Although numerous developments have been achieved in the synthesis and application of magnetic nanoparticles but unfortunately, they sometimes tend to aggregate in a liquid phase due to the anisotropic dipolar attraction. Hence, it is crucial to develop efficient strategies to strengthen the chemical stability of magnetic nanoparticles. In order to resolve such problems, the magnetic cores are usually protected with an outer stabilizing or coating materials, such as organic (polymers and surfactants) and inorganic (silica and carbon-based materials) stabilizers [19,20,21]. These coating materials not only provide stability to the magnetic nanoparticles but they also generate a type of high-performance composite materials that can be used in a wide range of research protocols, such as Mannich type reactions, carbon–heteroatom bond formation, coupling reactions, alkylation, oxidation, reductions, asymmetric synthesis and biology related ones [22,23,24,25,26,27,28]. Hence, many efforts have been devoted to immobilize various metal complexes (e.g., Sc, Cu, Fe, Mn, Co, Ni, Mo and V) on magnetite with silica shell as heterogeneous nanocatalysts for various organic transformations [29,30,31,32,33,34,35,36,37,38].
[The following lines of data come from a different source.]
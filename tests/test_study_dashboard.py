"""The dashboard's Studies tab: a study folder written by `reagentplan study` drawn as
cost against risk with the varied values on hover, an uploaded study.csv, a bad
upload, and the tab in a real headless Chromium.  Invented test station (helpers.py)."""

from __future__ import annotations

import base64
import logging
import os
import threading

import pandas as pd
import pytest

from helpers import minimal_sheets, workbook_bytes, write_workbook
from reagentplan.cli import main
from reagentplan.pipeline import run_plan
from reagentplan.scenario import load_scenario
from reagentplan.study.results import read_study_table

from reagentplan.dashboard.views import study as view

SPECS = ["scrubber.removal_pct=96,98", "storage[gypsum].capacity_t=3000,4000"]


@pytest.fixture(scope="module")
def study_dir(tmp_path_factory):
    folder = tmp_path_factory.mktemp("studydash")
    book = write_workbook(minimal_sheets(days=15), folder / "station.xlsx")
    out = folder / "study"
    assert main(["study", str(book), "--out", str(out), "--cluster", "serial", "--futures", "20",
                 "--time-limit", "20", *sum((["--vary", s] for s in SPECS), [])]) == 0
    return out


@pytest.fixture(scope="module")
def small_run():
    return run_plan(load_scenario(workbook_bytes(minimal_sheets(days=15))), futures=10,
                    time_limit=20)


def _data_url(raw: bytes) -> str:
    return "data:text/csv;base64," + base64.b64encode(raw).decode()


def test_the_view_draws_every_planned_case_with_its_values_on_hover(study_dir):
    frame, meta = read_study_table(study_dir)
    body = view.content(frame, meta)
    fig = body[view.CHART]
    xs = [x for t in fig.data for x in t.x]
    assert len(xs) == 4
    hover = " ".join(h for t in fig.data for h in t.hovertext)
    for v in ("scrubber.removal_pct = 96", "scrubber.removal_pct = 98",
              "storage[gypsum].capacity_t = 3000", "storage[gypsum].capacity_t = 4000"):
        assert v in hover
    # the winner named by study.json is the marker drawn as the winner
    win = next(t for t in fig.data if t.name == "winner")
    assert list(win.text) == [str(meta["winner"])]
    assert body[view.WINNER].startswith("Winner: case")
    # x is the risk in percent, y the expected cost, as in study.csv
    points = view.study_points(frame, meta["winner"])
    expected = 100 * frame[["p_limestone_below_safety", "p_any_over_capacity"]].max(axis=1)
    assert sorted(points["risk_pct"]) == pytest.approx(sorted(expected))
    assert sorted(y for t in fig.data for y in t.y) == pytest.approx(sorted(frame["expected_cost"]))


def test_an_uploaded_study_csv_is_read_and_a_bad_one_named(study_dir):
    raw = (study_dir / "study.csv").read_bytes()
    frame, message, ok = view.parse_study_upload(_data_url(raw), "study.csv")
    assert ok and message == "study.csv: 4 cases." and len(frame) == 4
    # without study.json the winner is picked at the default risk level
    assert "(risk level 5 % assumed)" in view.content(frame)[view.WINNER]
    bad = pd.DataFrame({"case": [1], "x": [2]}).to_csv(index=False).encode()
    frame, message, ok = view.parse_study_upload(_data_url(bad), "../../etc/other.csv")
    assert not ok and frame is None
    assert message.startswith("other.csv: the file is not a study.csv")  # the name only
    assert "'status'" in message and "'expected_cost'" in message


def test_the_app_has_a_studies_tab_filled_from_the_folder(study_dir, small_run, tmp_path):
    from reagentplan.dashboard.app import create_app

    app = create_app(run=small_run, study_dir=study_dir, work_dir=tmp_path / "work")
    tab = app.layout["tab-study"]
    assert tab.label == "Studies"
    assert len(app.layout[view.CHART].figure.data) >= 1
    with pytest.raises(ValueError, match="does not exist"):
        create_app(run=small_run, study_dir=tmp_path / "nowhere", work_dir=tmp_path / "w2")


def test_cli_dashboard_with_a_missing_study_exits_2(tmp_path, capsys):
    assert main(["dashboard", "--study", str(tmp_path / "none"), "--demo-days", "10",
                 "--futures", "5"]) == 2
    assert "--study:" in capsys.readouterr().err


CHROMIUM_OK = all(os.path.exists(p) for p in ("/usr/bin/chromium", "/usr/bin/chromedriver"))


@pytest.mark.skipif(not CHROMIUM_OK, reason="needs Debian's chromium and chromium-driver")
def test_the_studies_tab_in_chromium_shows_the_values_on_hover(study_dir, small_run, tmp_path):
    pytest.importorskip("selenium")
    from selenium.webdriver.common.action_chains import ActionChains
    from selenium.webdriver.common.by import By
    from selenium.webdriver.support.ui import WebDriverWait
    from werkzeug.serving import make_server

    from reagentplan.dashboard.app import create_app
    from reagentplan.dashboard.testing import chromium_driver

    app = create_app(run=small_run, study_dir=study_dir, work_dir=tmp_path / "work")
    logging.getLogger("werkzeug").setLevel(logging.ERROR)
    srv = make_server("127.0.0.1", 0, app.server, threaded=True)
    thread = threading.Thread(target=srv.serve_forever, daemon=True)
    thread.start()
    driver = chromium_driver(tmp_path / "profile")
    try:
        wait = WebDriverWait(driver, 60, poll_frequency=0.1)
        driver.get(f"http://127.0.0.1:{srv.server_port}/")
        wait.until(lambda d: d.find_elements(By.ID, "tab-study"), "the Studies tab")
        driver.find_element(By.ID, "tab-study").click()
        wait.until(lambda d: len(d.find_elements(
            By.CSS_SELECTOR, f"#{view.CHART} .scatterlayer .point")) == 4, "four case markers")
        point = driver.find_elements(By.CSS_SELECTOR, f"#{view.CHART} .scatterlayer .point")[0]
        ActionChains(driver).move_to_element(point).perform()
        wait.until(lambda d: d.find_elements(By.CSS_SELECTOR, f"#{view.CHART} .hovertext"),
                   "the hover label")
        text = driver.find_element(By.CSS_SELECTOR, f"#{view.CHART} .hovertext").text
        assert "scrubber.removal_pct =" in text and "storage[gypsum].capacity_t =" in text
        driver.save_screenshot(str(tmp_path / "studies.png"))
        if os.environ.get("STUDY_SCREENSHOT"):
            driver.save_screenshot(os.environ["STUDY_SCREENSHOT"])
    finally:
        driver.quit()
        srv.shutdown()
        thread.join(10)
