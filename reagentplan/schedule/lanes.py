"""Lanes: every way material enters or leaves a store, with its daily calendar.

A lane is a supplier row (limestone in), a buyer row (byproduct out) or a disposal
site for one material (byproduct out).  `build_lanes` turns the scenario and the daily
balance into arrays over the horizon that both the optimiser and the reorder-point
baseline read, so the two obey exactly the same rules.
"""

from __future__ import annotations

from dataclasses import dataclass

import numpy as np
import pandas as pd

from ..scenario import BuyerLane, Scenario, SupplierLane
from ..schema import MILL_REJECTS

SUPPLY, SALE, LANDFILL = "supply", "sale", "landfill"


@dataclass(frozen=True)
class Lane:
    """One lane over the horizon (arrays have one entry per day).

    Attributes
    ----------
    kind : ``supply``, ``sale`` or ``landfill``
    material : store it fills or empties
    party, mode, name : who, how, and the lane's display name
    load_t : tonnes per load [t]; ``None`` for landfill (tonnes are continuous)
    max_per_day : loads per day (supply, sale) or tonnes per day (landfill) [loads/d or t/d]
    open : days the lane can move material (calendar, closures, lead time, quality) [bool]
    cost_per_t : money per tonne moved, positive = the plant pays [money/t]
    cost_per_load : freight per load [money/load]
    lead_days : days from order to arrival (supply) [d]
    month_min_t, month_max_t : each horizon month's contract limits for its planned days [t],
        NaN = none (see `_monthly`)
    airspace_t : remaining airspace (landfill) [t], inf = unlimited
    why_closed : per day, the first reason the lane is shut ('' if open)
    """

    kind: str
    material: str
    party: str
    mode: str | None
    name: str
    load_t: float | None
    max_per_day: float
    open: np.ndarray
    cost_per_t: float
    cost_per_load: float
    lead_days: int
    month_min_t: np.ndarray
    month_max_t: np.ndarray
    airspace_t: float
    why_closed: tuple[str, ...]
    source: object

    def capacity_t(self) -> np.ndarray:
        """Most tonnes the lane can move each day [t]."""
        per = self.max_per_day * (self.load_t if self.load_t else 1.0)
        return np.where(self.open, per, 0.0)


def horizon_months(dates: pd.DatetimeIndex) -> tuple[np.ndarray, list[pd.Period], np.ndarray]:
    """Month index of each day, the months, and the share of each month in the horizon [-]."""
    periods = dates.to_period("M")
    months = list(pd.unique(periods))
    index = np.array([months.index(p) for p in periods])
    share = np.array([(index == k).sum() / p.days_in_month for k, p in enumerate(months)])
    return index, months, share


def month_span(dates: pd.DatetimeIndex) -> tuple[np.ndarray, np.ndarray, np.ndarray, np.ndarray]:
    """Per horizon month: days planned, days of the month before the first planned day,
    days after the last planned day, and days in the month [d]."""
    _, months, _ = horizon_months(dates)
    inside = np.array([(dates.to_period("M") == p).sum() for p in months], dtype=float)
    dim = np.array([p.days_in_month for p in months], dtype=float)
    before = np.zeros(len(months))
    after = np.zeros(len(months))
    before[0] = dates[0].day - 1
    after[-1] = months[-1].days_in_month - dates[-1].day
    return inside, before, after, dim


def _monthly(limit: float | None, share: np.ndarray, months: list[pd.Period],
             lane_months: frozenset[int] = frozenset(range(12)), *, bound: str = "max",
             span: tuple[np.ndarray, ...] | None = None, used_t: float | None = None) -> np.ndarray:
    """A calendar month's contract limit [t/month] as it applies to the planned days of
    each horizon month; none in months the lane's row does not cover.

    The limit belongs to the calendar month.  In the first month, the tonnes already
    moved before the first planned day count against the maximum and toward the minimum:
    ``used_t`` when recorded [t], else assumed at the contract's even pace (limit × days
    before / days in month).  What remains is the maximum of the month's rest; the
    minimum of what remains is pro-rated over the days planned and the days after the
    horizon (the month's rest lies partly beyond the plan), while the maximum is not
    shrunk for days beyond the horizon: the plan may use all of it.  Without ``span``
    both limits are pro-rated by ``share`` (the share of the month planned).
    """
    if limit is None:
        return np.full(share.shape, np.nan)
    covered = np.array([p.month - 1 in lane_months for p in months])
    if span is None:
        return np.where(covered, limit * share, np.nan)
    inside, before, after, dim = span
    used = limit * before / dim
    if used_t is not None:
        used[0] = used_t
    rest = np.clip(limit - used, 0.0, None)
    value = rest if bound == "max" else rest * inside / np.maximum(inside + after, 1.0)
    return np.where(covered, value, np.nan)


def contract_month_note(scenario: Scenario) -> str:
    """How the first and last planned months' contract limits were set, in words."""
    start = pd.Timestamp(scenario.plant.start_date)
    end = pd.Timestamp(scenario.plant.end_date)
    parts = []
    if start.day > 1:
        if scenario.month_to_date is None:
            parts.append(f"{start:%B %Y} started before the plan: with no record of the tonnes already "
                         f"moved in it, the {start.day - 1} day(s) before {start:%Y-%m-%d} are assumed to "
                         "have used each contract at its even pace (limit x days / days in month)")
        else:
            parts.append(f"{start:%B %Y}: tonnes recorded from the 1st to {start - pd.Timedelta(days=1):%Y-%m-%d} "
                         "count against each monthly maximum and toward each minimum")
    if end.day < end.days_in_month:
        parts.append(f"{end:%B %Y} ends after the plan: its monthly maximum is kept whole and its "
                     "minimum pro-rated to the days planned")
    return "; ".join(parts) if parts else "the plan covers whole calendar months"


def quality_ok(lane: BuyerLane, balance: pd.DataFrame, *, purity: bool = True) -> tuple[np.ndarray, list[str]]:
    """Days on which the day's product meets the buyer's limits, and the failing limit.

    ``purity`` false leaves the gypsum purity out: with stone of several qualities the
    purity follows the plan's own silo, and the model (`quality.py`) decides it."""
    n = len(balance)
    ok = np.ones(n, dtype=bool)
    why = [""] * n
    checks = []
    if lane.material == "gypsum":
        checks = [("min_purity_pct", "gypsum_purity_pct", "purity", -1),
                  ("max_moisture_pct", "gypsum_moisture_pct", "moisture", 1),
                  ("max_chloride_ppm", "gypsum_chloride_ppm", "chloride", 1)]
    elif lane.material == "fly_ash":
        checks = [("max_loi_pct", "fly_ash_loi_pct", "LOI", 1),
                  ("max_so3_pct", "fly_ash_so3_pct", "SO3", 1)]
    for attr, column, label, sign in checks:
        limit = getattr(lane, attr)
        if limit is None or (attr == "min_purity_pct" and not purity):
            continue
        value = balance[column].to_numpy(dtype=float)
        # a day with no product (NaN) has nothing of its own to fail: stock from earlier days
        bad = (value > limit) if sign > 0 else (value < limit)
        for i in np.flatnonzero(bad & ok):
            why[i] = f"{label} outside {lane.buyer}'s limit"
        ok &= ~bad
    return ok, why


def _calendar_why(scenario: Scenario, lane) -> tuple[np.ndarray, list[str]]:
    dates = scenario.dates
    open_ = scenario.lane_open(lane)
    weekdays = getattr(lane, "weekdays", frozenset(range(7)))
    months = getattr(lane, "months", frozenset(range(12)))
    why = []
    for d, ok in zip(dates, open_):
        if ok:
            why.append("")
        elif d.day_of_week not in weekdays:
            why.append("weekday calendar")
        elif d.month - 1 not in months:
            why.append("season (months)")
        else:
            why.append("lane closure")
    return open_, why


def build_lanes(scenario: Scenario, balance: pd.DataFrame, exact_quality: bool = False) -> list[Lane]:
    """All lanes of the scenario with their daily calendars and pro-rated limits.

    The ``mill_rejects`` disposal rows make no lane: the rejects have no store and their
    haul is no decision of the plan (`reagentplan.schedule.rejects`).

    With stone of several qualities the gypsum purity is left out of the buyers' open
    days (the plan decides it), unless ``exact_quality``: ``balance`` is then the balance
    of a plan's own silo and its purity closes the days it fails."""
    dates = scenario.dates
    _, months, share = horizon_months(dates)
    span = month_span(dates)
    mtd = scenario.month_to_date

    def limit(row, attr, bound):
        used = None if mtd is None else float(mtd.get(row.lane, 0.0))
        return _monthly(getattr(row, attr), share, months, row.months, bound=bound, span=span,
                        used_t=used)

    lanes: list[Lane] = []
    for s in scenario.suppliers:
        open_, why = _calendar_why(scenario, s)
        lead = np.arange(len(dates)) < s.lead_days
        why = ["lead time" if (lead[i] and open_[i]) else w for i, w in enumerate(why)]
        lanes.append(Lane(SUPPLY, "limestone", s.supplier, s.mode, s.lane, s.load_t,
                          s.max_loads_per_day, open_ & ~lead, s.price_per_t, s.freight_per_load,
                          s.lead_days, limit(s, "min_t_per_month", "min"),
                          limit(s, "max_t_per_month", "max"), np.inf, tuple(why), s))
    for b in scenario.buyers:
        open_, why = _calendar_why(scenario, b)
        q_ok, q_why = quality_ok(b, balance, purity=exact_quality or not scenario.quality_coupled)
        why = [w or (q if not q_ok[i] else "") for i, (w, q) in enumerate(zip(why, q_why))]
        lanes.append(Lane(SALE, b.material, b.buyer, b.mode, b.lane, b.load_t, b.max_loads_per_day,
                          open_ & q_ok, -b.price_per_t, 0.0, 0,
                          limit(b, "min_t_per_month", "min"),
                          limit(b, "max_t_per_month", "max"), np.inf, tuple(why), b))
    for d in scenario.disposal:
        if d.material == MILL_REJECTS:
            continue  # hauled daily from the mills, not planned (`reagentplan.schedule.rejects`)
        open_, why = _calendar_why(scenario, d)
        cap = np.inf if d.max_t_per_day is None else d.max_t_per_day
        lanes.append(Lane(LANDFILL, d.material, d.site, None, f"{d.site} {d.material}", None, cap,
                          open_, d.cost_per_t, 0.0, 0, np.full(share.shape, np.nan),
                          np.full(share.shape, np.nan),
                          np.inf if d.airspace_t is None else d.airspace_t, tuple(why), d))
    return lanes


def firm_loads(scenario: Scenario, lanes: list[Lane]) -> dict[str, tuple[np.ndarray, np.ndarray]]:
    """Firm orders per lane name: (loads per day, tonnes per day)."""
    n = scenario.plant.horizon_days
    out: dict[str, tuple[np.ndarray, np.ndarray]] = {}
    start = pd.Timestamp(scenario.plant.start_date)
    for o in scenario.firm_orders:
        day = (pd.Timestamp(o.date) - start).days
        for lane in lanes:
            src = lane.source
            match = (lane.party == o.party and lane.material == o.material
                     and (o.mode is None or lane.mode in (None, o.mode)))
            if isinstance(src, (SupplierLane, BuyerLane)):
                match &= (pd.Timestamp(o.date).month - 1) in src.months
            if match:
                loads, tonnes = out.setdefault(lane.name, (np.zeros(n, int), np.zeros(n)))
                loads[day] += o.loads
                tonnes[day] += o.tonnes
                break
    return out


def cheapest_delivered_cost(scenario: Scenario) -> float:
    """Lowest price + freight per tonne over the limestone lanes [money/t]."""
    return min(s.delivered_cost_per_t for s in scenario.suppliers)


def cheapest_disposal_cost(scenario: Scenario, material: str) -> float:
    """Lowest landfill cost of a material [money/t] (0 when it has no site)."""
    costs = [d.cost_per_t for d in scenario.disposal if d.material == material]
    return min(costs) if costs else 0.0



def train_set_room(scenario: Scenario, lanes: list[Lane], quantity: dict[str, np.ndarray],
                   lane: Lane, day: int) -> bool:
    """True when one more train of ``lane`` arriving on ``day`` keeps its train set
    (if any) within ``max_trains`` in every ``window_days`` window that holds the day."""
    name = getattr(lane.source, "train_set", None)
    if name is None:
        return True
    ts = next(t for t in scenario.train_sets if t.train_set == name)
    members = [l for l in lanes if l.kind == SUPPLY and getattr(l.source, "train_set", None) == name]
    n = len(scenario.dates)
    lo, hi = max(0, day - ts.window_days + 1), min(n, day + ts.window_days)
    trains = sum((np.asarray(quantity[l.name][lo:hi], float) for l in members), np.zeros(hi - lo))
    trains[day - lo] += 1
    c = np.r_[0.0, np.cumsum(trains)]
    w = ts.window_days
    for a in range(0, max(1, len(trains) - w + 1)):
        if c[min(a + w, len(trains))] - c[a] > ts.max_trains + 1e-9:
            return False
    return True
The selective oxidation of sulfides as environmental pollutants to sulfoxides is an important transformation in organic chemistry. Moreover, a basic obstacle during the oxidation of sulfides is overoxidation of the sulfoxides to their corresponding sulfones. Therefore, it is very important that the catalyst has a high selectivity. Some of biologically active sulfoxides play an important role as therapeutic agents such as antifungal, antibacterial, anti-atherosclerotic, anti-ulcer, antihypertensive and anti-atherosclerotic as well as psychotropic and vasodilators [39, 40].
Multi-component reactions (MCRs) have recently gained prime interest in field of organic synthesis due to their ability of building up the complex molecules in a single step. Nowadays, MCRs are considered as a substantial route in the synthesis of many important heterocyclic compounds such as chromene derivatives. 2-Amino-4H-chromenes are an important class of natural oxygen-containing heterocyclic compounds, which are extensively found in edible fruits, vegetables and used in cosmetics and pigments. Derivatives of these compounds are known to possess antibacterial, antifungal, antioxidant, antitumor, important pharmaceutical and other bioorganic properties [41,42,43].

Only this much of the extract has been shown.